Wherever the word "ConformanceAnswer" appears in a line of the data, that line should be copied.
Records shown: Begin
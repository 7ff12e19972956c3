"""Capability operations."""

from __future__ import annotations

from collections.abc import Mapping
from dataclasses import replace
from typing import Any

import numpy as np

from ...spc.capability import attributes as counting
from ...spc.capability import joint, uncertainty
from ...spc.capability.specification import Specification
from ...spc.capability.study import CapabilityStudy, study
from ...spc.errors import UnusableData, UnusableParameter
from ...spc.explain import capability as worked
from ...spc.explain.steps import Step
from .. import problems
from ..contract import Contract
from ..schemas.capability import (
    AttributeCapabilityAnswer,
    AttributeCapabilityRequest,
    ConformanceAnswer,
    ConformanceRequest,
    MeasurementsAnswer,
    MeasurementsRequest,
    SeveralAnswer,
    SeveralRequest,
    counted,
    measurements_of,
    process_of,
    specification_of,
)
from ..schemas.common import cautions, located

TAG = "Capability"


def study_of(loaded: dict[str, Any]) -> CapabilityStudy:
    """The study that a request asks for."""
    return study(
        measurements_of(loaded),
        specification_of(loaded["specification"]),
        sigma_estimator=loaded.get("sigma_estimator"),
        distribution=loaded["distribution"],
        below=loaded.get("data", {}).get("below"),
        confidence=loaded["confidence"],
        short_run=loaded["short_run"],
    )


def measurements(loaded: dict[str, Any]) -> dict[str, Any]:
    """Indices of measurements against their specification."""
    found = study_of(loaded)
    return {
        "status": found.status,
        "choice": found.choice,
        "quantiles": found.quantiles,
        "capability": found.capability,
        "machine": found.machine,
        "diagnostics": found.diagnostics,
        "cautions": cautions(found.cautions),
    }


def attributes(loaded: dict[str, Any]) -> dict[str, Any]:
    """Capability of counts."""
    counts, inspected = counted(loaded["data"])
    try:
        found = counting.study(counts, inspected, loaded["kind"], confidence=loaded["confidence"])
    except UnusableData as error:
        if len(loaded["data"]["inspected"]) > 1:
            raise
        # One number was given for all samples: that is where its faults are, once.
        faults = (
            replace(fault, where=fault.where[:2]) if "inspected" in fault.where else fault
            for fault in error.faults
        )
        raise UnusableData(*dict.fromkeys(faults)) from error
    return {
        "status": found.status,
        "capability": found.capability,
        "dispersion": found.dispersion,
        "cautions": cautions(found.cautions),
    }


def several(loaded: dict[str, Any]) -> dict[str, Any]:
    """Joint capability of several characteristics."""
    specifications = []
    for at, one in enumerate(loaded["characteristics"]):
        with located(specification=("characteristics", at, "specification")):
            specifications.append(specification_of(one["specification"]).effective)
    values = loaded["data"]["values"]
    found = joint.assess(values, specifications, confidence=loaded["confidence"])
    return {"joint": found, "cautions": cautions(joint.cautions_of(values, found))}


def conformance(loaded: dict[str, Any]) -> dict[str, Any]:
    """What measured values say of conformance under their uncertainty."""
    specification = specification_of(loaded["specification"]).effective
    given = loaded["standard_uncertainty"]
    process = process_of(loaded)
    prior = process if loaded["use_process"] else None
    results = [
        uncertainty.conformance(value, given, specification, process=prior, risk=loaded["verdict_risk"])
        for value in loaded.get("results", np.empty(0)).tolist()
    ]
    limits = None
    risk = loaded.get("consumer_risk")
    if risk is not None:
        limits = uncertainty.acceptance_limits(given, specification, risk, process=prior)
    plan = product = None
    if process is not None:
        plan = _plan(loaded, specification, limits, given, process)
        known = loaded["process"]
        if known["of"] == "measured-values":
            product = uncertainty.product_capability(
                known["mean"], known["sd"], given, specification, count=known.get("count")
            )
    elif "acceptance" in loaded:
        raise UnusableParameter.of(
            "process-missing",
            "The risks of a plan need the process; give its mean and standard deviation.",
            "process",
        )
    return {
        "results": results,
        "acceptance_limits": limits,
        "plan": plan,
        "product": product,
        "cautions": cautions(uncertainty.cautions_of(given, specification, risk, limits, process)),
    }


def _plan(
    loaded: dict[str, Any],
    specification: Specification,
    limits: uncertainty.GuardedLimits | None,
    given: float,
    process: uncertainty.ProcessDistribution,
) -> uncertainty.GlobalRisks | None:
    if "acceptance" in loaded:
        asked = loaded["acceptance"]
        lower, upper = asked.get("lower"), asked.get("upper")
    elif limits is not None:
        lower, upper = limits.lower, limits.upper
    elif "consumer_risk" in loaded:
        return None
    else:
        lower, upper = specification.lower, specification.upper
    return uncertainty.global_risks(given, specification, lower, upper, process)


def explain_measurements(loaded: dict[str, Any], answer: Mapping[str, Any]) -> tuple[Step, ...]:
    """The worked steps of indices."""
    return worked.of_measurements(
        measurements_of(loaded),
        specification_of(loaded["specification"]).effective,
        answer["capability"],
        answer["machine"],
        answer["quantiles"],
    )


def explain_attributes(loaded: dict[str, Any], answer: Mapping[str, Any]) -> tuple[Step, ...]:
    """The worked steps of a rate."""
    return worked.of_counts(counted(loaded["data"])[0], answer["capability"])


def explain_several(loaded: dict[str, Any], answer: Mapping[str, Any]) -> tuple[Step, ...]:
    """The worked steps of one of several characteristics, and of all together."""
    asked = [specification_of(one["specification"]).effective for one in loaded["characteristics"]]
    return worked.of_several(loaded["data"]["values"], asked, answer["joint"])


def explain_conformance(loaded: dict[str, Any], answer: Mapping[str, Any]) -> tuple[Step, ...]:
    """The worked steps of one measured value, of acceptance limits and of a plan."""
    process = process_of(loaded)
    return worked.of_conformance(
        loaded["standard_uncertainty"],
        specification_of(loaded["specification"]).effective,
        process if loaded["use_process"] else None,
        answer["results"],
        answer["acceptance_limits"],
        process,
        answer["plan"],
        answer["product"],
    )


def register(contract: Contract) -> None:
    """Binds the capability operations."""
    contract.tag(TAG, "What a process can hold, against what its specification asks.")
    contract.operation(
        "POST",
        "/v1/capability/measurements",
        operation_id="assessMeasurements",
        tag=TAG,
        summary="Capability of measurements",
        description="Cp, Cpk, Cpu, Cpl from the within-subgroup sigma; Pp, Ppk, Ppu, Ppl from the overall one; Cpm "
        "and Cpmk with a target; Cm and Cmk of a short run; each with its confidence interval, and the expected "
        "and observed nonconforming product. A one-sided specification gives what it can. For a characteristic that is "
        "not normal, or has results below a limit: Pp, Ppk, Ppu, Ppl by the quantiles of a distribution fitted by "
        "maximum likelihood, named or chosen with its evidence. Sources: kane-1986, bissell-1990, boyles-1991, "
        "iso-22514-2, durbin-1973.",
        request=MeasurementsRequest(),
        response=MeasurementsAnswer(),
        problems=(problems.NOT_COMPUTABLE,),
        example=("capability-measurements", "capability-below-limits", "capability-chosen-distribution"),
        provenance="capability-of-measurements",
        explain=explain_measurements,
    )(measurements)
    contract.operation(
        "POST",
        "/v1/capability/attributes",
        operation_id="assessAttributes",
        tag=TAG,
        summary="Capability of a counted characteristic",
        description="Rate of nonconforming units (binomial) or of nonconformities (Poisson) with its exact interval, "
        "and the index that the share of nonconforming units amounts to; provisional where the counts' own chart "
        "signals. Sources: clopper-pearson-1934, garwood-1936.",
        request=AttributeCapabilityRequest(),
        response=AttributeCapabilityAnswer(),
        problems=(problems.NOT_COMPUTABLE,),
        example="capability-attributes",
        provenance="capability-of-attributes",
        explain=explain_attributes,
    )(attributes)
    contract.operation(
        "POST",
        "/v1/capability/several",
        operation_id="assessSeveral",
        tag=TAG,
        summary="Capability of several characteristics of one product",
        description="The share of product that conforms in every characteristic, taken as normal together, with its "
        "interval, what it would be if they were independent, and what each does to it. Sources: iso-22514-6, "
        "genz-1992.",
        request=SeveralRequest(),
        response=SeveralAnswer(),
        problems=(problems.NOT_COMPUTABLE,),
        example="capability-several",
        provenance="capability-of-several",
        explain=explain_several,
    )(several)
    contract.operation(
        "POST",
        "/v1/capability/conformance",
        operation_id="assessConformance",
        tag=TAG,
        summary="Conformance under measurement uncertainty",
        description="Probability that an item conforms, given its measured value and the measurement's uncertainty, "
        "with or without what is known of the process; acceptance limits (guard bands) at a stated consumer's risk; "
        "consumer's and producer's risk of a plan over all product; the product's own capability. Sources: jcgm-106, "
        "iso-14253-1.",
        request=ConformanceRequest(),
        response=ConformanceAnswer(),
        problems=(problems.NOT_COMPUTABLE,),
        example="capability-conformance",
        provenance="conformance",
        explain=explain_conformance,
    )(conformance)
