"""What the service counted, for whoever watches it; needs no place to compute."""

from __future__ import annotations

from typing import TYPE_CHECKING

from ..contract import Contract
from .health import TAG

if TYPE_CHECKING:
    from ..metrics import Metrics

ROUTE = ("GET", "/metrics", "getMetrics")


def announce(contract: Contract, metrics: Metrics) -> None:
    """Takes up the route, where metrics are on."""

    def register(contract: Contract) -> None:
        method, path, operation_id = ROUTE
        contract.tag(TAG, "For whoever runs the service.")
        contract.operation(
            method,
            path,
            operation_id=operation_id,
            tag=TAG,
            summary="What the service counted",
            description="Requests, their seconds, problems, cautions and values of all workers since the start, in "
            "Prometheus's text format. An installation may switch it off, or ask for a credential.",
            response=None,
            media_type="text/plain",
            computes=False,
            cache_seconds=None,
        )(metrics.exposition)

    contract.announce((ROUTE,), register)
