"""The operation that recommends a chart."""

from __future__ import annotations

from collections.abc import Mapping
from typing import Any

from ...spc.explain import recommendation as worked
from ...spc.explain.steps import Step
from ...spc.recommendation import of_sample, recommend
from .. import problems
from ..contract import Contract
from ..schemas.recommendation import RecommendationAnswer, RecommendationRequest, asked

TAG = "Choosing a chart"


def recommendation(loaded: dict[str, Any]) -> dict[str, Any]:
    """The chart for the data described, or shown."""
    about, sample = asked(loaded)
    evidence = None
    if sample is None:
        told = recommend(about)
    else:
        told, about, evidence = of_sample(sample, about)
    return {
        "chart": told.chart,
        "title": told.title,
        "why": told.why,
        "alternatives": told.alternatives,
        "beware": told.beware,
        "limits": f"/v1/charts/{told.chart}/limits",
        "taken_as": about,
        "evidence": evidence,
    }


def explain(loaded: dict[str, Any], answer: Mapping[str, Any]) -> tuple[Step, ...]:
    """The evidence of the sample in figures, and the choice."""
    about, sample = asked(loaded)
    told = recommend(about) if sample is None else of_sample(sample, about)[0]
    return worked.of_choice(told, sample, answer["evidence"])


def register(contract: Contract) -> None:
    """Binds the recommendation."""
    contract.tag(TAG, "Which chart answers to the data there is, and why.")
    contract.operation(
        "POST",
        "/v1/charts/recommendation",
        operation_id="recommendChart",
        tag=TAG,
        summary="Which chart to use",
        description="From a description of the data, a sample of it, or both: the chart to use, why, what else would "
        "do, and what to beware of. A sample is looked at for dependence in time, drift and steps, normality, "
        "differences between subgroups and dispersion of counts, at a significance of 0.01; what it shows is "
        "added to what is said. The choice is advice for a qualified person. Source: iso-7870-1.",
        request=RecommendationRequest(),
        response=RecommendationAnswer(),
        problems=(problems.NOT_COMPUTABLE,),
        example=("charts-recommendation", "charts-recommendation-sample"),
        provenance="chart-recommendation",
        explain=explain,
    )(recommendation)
Records shown: End
Reply:
    ConformanceAnswer,
        response=ConformanceAnswer(),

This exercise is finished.